Dataset entries
####

# refs nobody could read
bad = tix.filter(pl.col("ticket_no").is_null()).select("ref", "sold_at", "desk")
bad = (
    bad
    .with_columns(ref_len=pl.col("ref").str.len_chars().cast(pl.Int64))
    .collect()
    .pipe(
        lambda t: t.with_columns([pl.col(c).cast(pl.Float64) for c in ("ref_len",) if t[c].has_nulls()]),
    )
    .lazy()
)
bad = (
    bad
    .sort(["sold_at", "ref"], nulls_last=True, maintain_order=True)
    .collect()
    .lazy()
)
(
    bad
    .with_columns(PANDAS_CSV_ZONED_DATETIMES)
    .with_columns(
        pl.selectors.boolean().replace_strict({True: "True", False: "False"}),
        PANDAS_CSV_DATETIMES,
        PANDAS_CSV_DURATIONS,
        PANDAS_CSV_FLOATS,
        PANDAS_CSV_LISTS,
        PANDAS_CSV_NUMBER_LISTS,
        pl.selectors.by_dtype(pl.String, pl.Categorical, pl.Enum)
        .cast(pl.String)
        .replace("", None),
    )
    .sink_csv("data/unreadable_refs.csv")
)
print(bad.select(pl.len()).collect().item(), "refs unreadable")
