def _written_with(text: str, names: dict[str, str]) -> str:
    """`text` with each identifier of `names` (emit.ParamText) replaced by its code."""
    for mark, code in names.items():
        text = re.sub(rf"\b{re.escape(mark)}\b", lambda _: code, text)
    return text


def _rebinds(definition: cst.FunctionDef, names: set[str]) -> bool:
    """Whether the function's body binds one of `names` anew (an assignment, a loop, `del`,
    `global`, a walrus) or a function, lambda or comprehension in it takes one as its own."""
    try:
        tree = ast.parse(textwrap.dedent(cst.Module([]).code_for_node(definition)).strip())
    except (SyntaxError, ValueError, RecursionError):
        return True
    function = tree.body[0] if tree.body else None
    if not isinstance(function, (ast.FunctionDef, ast.AsyncFunctionDef)):
        return True
    for node in (n for stmt in function.body for n in ast.walk(stmt)):
        if isinstance(node, ast.Name) and node.id in names and not isinstance(node.ctx, ast.Load):
            return True
        if isinstance(node, (ast.Global, ast.Nonlocal)) and names & set(node.names):
            return True
        if isinstance(node, ast.arguments) and names & {
                a.arg for a in (*node.posonlyargs, *node.args, *node.kwonlyargs,
                                *((node.vararg,) if node.vararg else ()),
                                *((node.kwarg,) if node.kwarg else ()))}:
            return True
        if isinstance(node, (ast.FunctionDef, ast.AsyncFunctionDef, ast.ClassDef)) and node.name in names:
            return True
        if isinstance(node, (ast.Import, ast.ImportFrom)) and names & {
                (a.asname or a.name).split(".")[0] for a in node.names}:
            return True
        if isinstance(node, ast.ExceptHandler) and node.name in names:
            return True
    return False
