def _kinds(node: ast.expr, param: str, element: str | None,
           local: dict[str, set[str] | None] | None = None) -> set[str] | None:
    """The kinds of value `node` can be, one value `param` of kind `element` given (and the
    kinds of the function's `local` names); None when porter cannot tell."""
    def of(child: ast.expr) -> set[str] | None:
        return _kinds(child, param, element, local)

    if isinstance(node, ast.Constant):
        kind = {type(None): "none", bool: "bool", int: "int", float: "float",
                str: "str"}.get(type(node.value))
        return {kind} if kind else None
    if isinstance(node, ast.JoinedStr):
        return {"str"}
    if isinstance(node, ast.Name):
        if node.id == param:
            return {element} if element else None
        return (local or {}).get(node.id)
    if isinstance(node, ast.Attribute) and node.attr == "nan" and isinstance(node.value, ast.Name) \
            and node.value.id in ("np", "numpy", "math"):
        return {"float"}
    if isinstance(node, ast.Compare) or isinstance(node, ast.UnaryOp) and isinstance(node.op, ast.Not):
        return {"bool"}
    if isinstance(node, ast.BoolOp):  # `a or b` is one of them
        operands = [of(v) for v in node.values]
        return set().union(*operands) if all(k is not None for k in operands) else None  # type: ignore[arg-type]
    if isinstance(node, ast.UnaryOp) and isinstance(node.op, (ast.USub, ast.UAdd)):
        operand = of(node.operand)
        return operand if operand is not None and operand <= {"int", "float"} else None
    if isinstance(node, ast.IfExp):
        body, orelse = of(node.body), of(node.orelse)
        return body | orelse if body is not None and orelse is not None else None
    if isinstance(node, (ast.Tuple, ast.Dict, ast.DictComp, ast.Set, ast.SetComp)):
        return {{ast.Tuple: "tuple", ast.Dict: "dict", ast.DictComp: "dict"}.get(type(node), "set")}
    if isinstance(node, ast.List):
        items = [of(e) for e in node.elts]
        return {_list_of(items)}
    if isinstance(node, ast.ListComp):
        return {_list_of([of(node.elt)])}
    if isinstance(node, ast.BinOp):
        left, right = of(node.left), of(node.right)
        if left is None or right is None or len(left) != 1 or len(right) != 1:
            return None
        a, b = next(iter(left)), next(iter(right))
        if isinstance(node.op, ast.Mult) and a.startswith("list[") and b == "int":
            return {a}
        if isinstance(node.op, ast.Add) and a == b and (a == "str" or a.startswith("list[")):
            return {a}
        if a in ("int", "float") and b in ("int", "float"):
            if isinstance(node.op, ast.Div) or "float" in (a, b):
                return {"float"}
            return {"int"} if isinstance(node.op, (ast.Add, ast.Sub, ast.Mult, ast.FloorDiv,
                                                   ast.Mod)) else None
        return None
    if isinstance(node, ast.Call):
        func = node.func
        if isinstance(func, ast.Name) and func.id in _CONVERSIONS:
            return {_CONVERSIONS[func.id]}
        if isinstance(func, ast.Attribute):
            receiver = of(func.value)
            if func.attr in _TEXT_SPLITS:
                return {LIST_STR}  # text's own method: a list of text
            if receiver == {"str"}:
                if func.attr in _TEXT_METHODS:
                    return {"str"}
                if func.attr in _TEXT_TESTS:
                    return {"bool"}
    return None
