def test_query_condition_column_ports() -> None:
    check_ports(FRAME + 'df["sold"] = df["n"] > 2\nr = df.query("sold and kg > 0")\n',
                'df.filter(pl.col("sold") & (pl.col("kg") > 0))')


def test_query_number_column_as_a_condition_is_a_todo() -> None:
    check_todo(FRAME + 'r = df.query("n and kg > 0")\n', "frame.query")


def test_query_condition_column_read_without_types(tmp_path, monkeypatch) -> None:
    # True/False with a blank: an object column in pandas, whose missing value `and`/`or` take
    # as False; porter does not know the type without --data (0.9)
    monkeypatch.chdir(tmp_path)
    (tmp_path / "d.csv").write_text("k,ok,v\na,True,1.5\nb,,0\nc,,\nd,False,0\né,True,\nf,False,2\n")
    found = differential('import pandas as pd\nd = pd.read_csv("d.csv")\n'
                         'result = d.query("ok and v > 0")\nother = d.query("ok or v > 0")\n',
                         "result", "other")
    sites = [s for s in found.sites if s.key == "frame.query"]
    assert sites and all(s.status == "converted" and s.confidence == 0.9 for s in sites)


# -- column names renamed with string methods -------------------------------------------------

NAMES_FRAME = """\
import numpy as np
import pandas as pd
df = pd.DataFrame({
    " Site Name ": ["Kai", None, "Ünï"],
    "Visit  Date\\x1f": [1.5, np.nan, None],
    "COUNT": [1, 2, 2],
    "lot.no": ["a", "b", "c"],
})
"""

RENAMES = [
    pytest.param('df.rename(columns=lambda c: c.strip().lower().replace(" ", "_"))', id="rename lambda"),
    pytest.param("df.rename(columns=lambda c: c.upper())", id="rename lambda upper"),
    pytest.param('df.rename(lambda col: col.rstrip().replace(".", "_", 1), axis=1)', id="rename mapper axis 1"),
    pytest.param('df.rename(columns=lambda c: c.removeprefix(" "))', id="rename lambda removeprefix"),
]


@pytest.mark.parametrize("expr", RENAMES)
def test_rename_function_matches_pandas(expr: str) -> None:
    differential(NAMES_FRAME + f"result = {expr}\n")


SET_NAMES = [
    pytest.param('df.columns.str.strip().str.lower().str.replace(" ", "_")', id="strip lower replace"),
    pytest.param('df.columns.str.replace(".", "_")', id="replace is not a pattern"),
    pytest.param('df.columns.str.strip(" S")', id="strip characters"),
    pytest.param("df.columns.str.rstrip().str.upper()", id="rstrip upper"),
]


@pytest.mark.parametrize("expr", SET_NAMES)
def test_set_columns_from_string_methods_matches_pandas(expr: str) -> None:
    found = differential(NAMES_FRAME + f"df.columns = {expr}\nresult = df\n")
    assert "collect_schema" not in found.converted_text  # the names are computed by porter


def test_names_from_string_methods_on_an_empty_frame() -> None:
    differential('import pandas as pd\ndf = pd.DataFrame({" A b ": [], "C": []})\n'
                 'df.columns = df.columns.str.strip().str.replace(" ", "_")\n'
                 "other = df.rename(columns=lambda c: c.lower())\nresult = df\n", "result", "other")


def test_names_from_string_methods_without_known_columns(tmp_path, monkeypatch) -> None:
    # without --data: the same Python methods at run time; rename takes the lambda itself
    monkeypatch.chdir(tmp_path)
    (tmp_path / "d.csv").write_text(" Site Name ,Visit  Date,lot.no\nKai,1.5,a\n,,b\n")
    found = differential('import pandas as pd\nd = pd.read_csv("d.csv")\n'
                         'result = d.rename(columns=lambda c: c.strip().lower().replace(" ", "_"))\n'
                         "other = d.copy()\n"
                         'other.columns = other.columns.str.strip().str.replace(".", "_")\n',
                         "result", "other")
    assert 'rename(lambda c: c.strip().lower().replace(" ", "_"))' in found.converted_text
    assert '[c.strip().replace(".", "_") for c in' in found.converted_text


NAME_TODOS = [
    pytest.param("df.rename(columns=lambda c: c.swapcase())", "frame.rename", id="a method porter does not read"),
    pytest.param("df.rename(columns=str.swapcase)", "frame.rename", id="a function by name porter does not read"),
    pytest.param('df.rename(columns=lambda c: c.replace(" ", ""))', "frame.rename",
                 id="new names repeat a name"),
]


@pytest.mark.parametrize("before, key", NAME_TODOS)
def test_names_from_string_methods_todo(before: str, key: str) -> None:
    check_todo(NAMES_FRAME.replace('"lot.no"', '"Site Name"') + "result = " * before.startswith("df.r")
               + before + "\n", key)


@pytest.mark.parametrize("names", [
    # pandas lower-cases "İ" to "i", Python to "i̇"; "ß" upper-cased, a pattern, accents
    pytest.param('df.columns = df.columns.str.lower()', id="lower of İ"),
    pytest.param('df.columns = df.columns.str.upper().str.strip()', id="upper of ß"),
    pytest.param('df.columns = df.columns.str.replace("[()€ ]", "", regex=True)', id="a pattern"),
    pytest.param('df.columns = df.columns.str.lower().str.replace(r"[^a-z]+", "_", regex=True).str.strip("_")',
                 id="a pattern after lower"),
])
def test_names_porter_knows_are_computed_by_pandas(names: str) -> None:
    # pandas' own Index.str methods compute the new names at conversion (the columns known)
    result = differential('import pandas as pd\n'
                          'df = pd.DataFrame({"İd": [1], "Maß (€)": [2.5], " Größe ": ["x"]})\n'
                          + names + "\nresult = df\n")
    assert not [s for s in result.sites if s.status == "todo"], result.converted_text


def test_names_a_pattern_makes_alike_are_a_todo() -> None:
    check_todo('import pandas as pd\ndf = pd.DataFrame({"a.b": [1], "a_b": [2]})\n'
               'df.columns = df.columns.str.replace(".", "_", regex=False)\n',
               "frame.columns.str.replace")


def test_a_pattern_on_names_porter_does_not_know_is_a_todo(tmp_path, monkeypatch) -> None:
    monkeypatch.chdir(tmp_path)
    (tmp_path / "d.csv").write_text(" Site Name ,lot.no\nKai,a\n")
    check_todo('import pandas as pd\ndf = pd.read_csv("d.csv")\n'
               'df.columns = df.columns.str.replace(".", "_", regex=True)\n',
               "frame.columns.str.replace")


def test_rename_lambda_with_arguments_python_refuses_is_a_todo() -> None:
    text = convert(NAMES_FRAME + 'r = df.rename(columns=lambda c: c.replace(None, "_"))\n').converted_text
    assert "# TODO(porter): frame.rename" in text


@pytest.mark.parametrize("expr", [
    pytest.param('df.columns.str.startswith(" ")', id="another Index.str method"),
    pytest.param('df.columns.str.strip().str.contains("o")', id="another method after one porter computes"),
])
def test_other_index_str_methods_stay_pandas(expr: str) -> None:
    found = differential(NAMES_FRAME + f"result = [bool(x) for x in {expr}]\n")
    assert "frame.columns.index" in found.converted_text


def test_two_counts_of_one_frame_are_one_select() -> None:
    # len(df) - df["k"].nunique(): both counted in one plan run, the integers as pandas'
    result = differential(FRAME + 'result = len(df) - df["grade"].nunique() * 2\n')
    assert result.converted_text.count(".collect()") == 1, result.converted_text


# -- df[names] where the list of names is built when the script runs ---------------------------

NAME_LISTS = [
    pytest.param('keep = [c for c in df.columns if c != "grade"]\nresult = df[keep]',
                 id="a comprehension over the names"),
    pytest.param('keep = ["n"]\nkeep.append("kg")\nresult = df[keep]', id="append"),
    pytest.param('keep = ["n"]\nkeep += ["kg"]\nresult = df[keep]', id="augmented with a list"),
    pytest.param('keep = list(df.columns)\nkeep.remove("grade")\nresult = df[keep]', id="remove"),
    pytest.param('keep = [c for c in ["n", "kg"] if c != "kg"]\nresult = df[keep]',
                 id="one name left: still a frame"),
    pytest.param("result = df[sorted(df.columns)]", id="sorted names written in the key"),
    pytest.param('result = df[list(df.columns[:2]) + ["n"]]', id="a slice of the names plus a list"),
    pytest.param('keep = sorted(df.columns, reverse=True)\nresult = df[keep]',
                 id="sorted names in a variable, their order kept"),
]
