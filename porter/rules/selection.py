"""Selecting columns and rows: df["a"], df.a, df[["a", "b"]], df[mask], loc, iloc, head, tail,
query, and what a frame knows about itself (columns, shape, dtypes, len)."""

from __future__ import annotations

import ast
import functools
import re
from collections.abc import Iterable
from dataclasses import dataclass, field, replace
from typing import TYPE_CHECKING

import libcst as cst

from porter.emit import code as emit
from porter.emit.code import Code
from porter.rules import rule
from porter.translate.context import (
    ROW_LABELS, PandasCall, RuleContext, Unsupported, column_names, column_of, derive,
    holds_numbers, labels_kept, nullable_columns, row_labels_carried, select_columns,
    values_fixed, with_row_labels,
)
from porter.translate.handover import series_frame, to_pandas

if TYPE_CHECKING:
    from porter.rules.groupby import RowPosition
from porter.translate.values import (
    Accessor, Column, Frame, Module, Opaque, PandasValue, Parts, Scalar, Value, fresh_token,
)


def frame_of(call: PandasCall) -> Frame:
    assert isinstance(call.receiver, Frame)
    return call.receiver


def column_by_key(frame: Frame, key: Value, ctx: RuleContext) -> Column:
    """`frame[key]` for a key naming one column."""
    if isinstance(key, Opaque) and isinstance(key.const, str):
        if frame.columns is not None and key.const not in frame.columns:
            raise Unsupported(f"column {key.const!r} is not in the frame (pandas raises KeyError)")
        name = key.const
        code = emit.col(key.code if key.code.text != emit.lit(name).text else name)
        return column_of(frame, name, code)
    if isinstance(key, Opaque) and isinstance(key.const, int) and not isinstance(key.const, bool) \
            and frame.int_labels_except is not None \
            and str(key.const) not in frame.int_labels_except:
        # pv[2024] of a table pivoted on an integer key: pandas labels the column with the
        # key's value, Polars names it as text ("2024")
        name = str(key.const)
        if frame.columns is not None and name not in frame.columns:
            raise Unsupported(f"column {key.const!r} is not in the frame (pandas raises KeyError)")
        return column_of(frame, name, emit.col(name))
    if isinstance(key, Opaque) and not key.is_const and key.node is None or (
            isinstance(key, Opaque) and isinstance(key.node, cst.Name)):
        if key.pytype != "str":
            ctx.lower(f"`{key.code.text}` is taken to hold one column name", 0.85)
        name_code = key.code if frame.int_labels_except is None else emit.call("str", key.code)
        return Column(emit.col(name_code), frame=frame, name=None)
    raise Unsupported(f"a key of this kind ({key.code.text}) selects by index or position")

####

* [Work item]: Tell how many lines above contain the word "nunique". Give the number alone.

* [Your response]: 2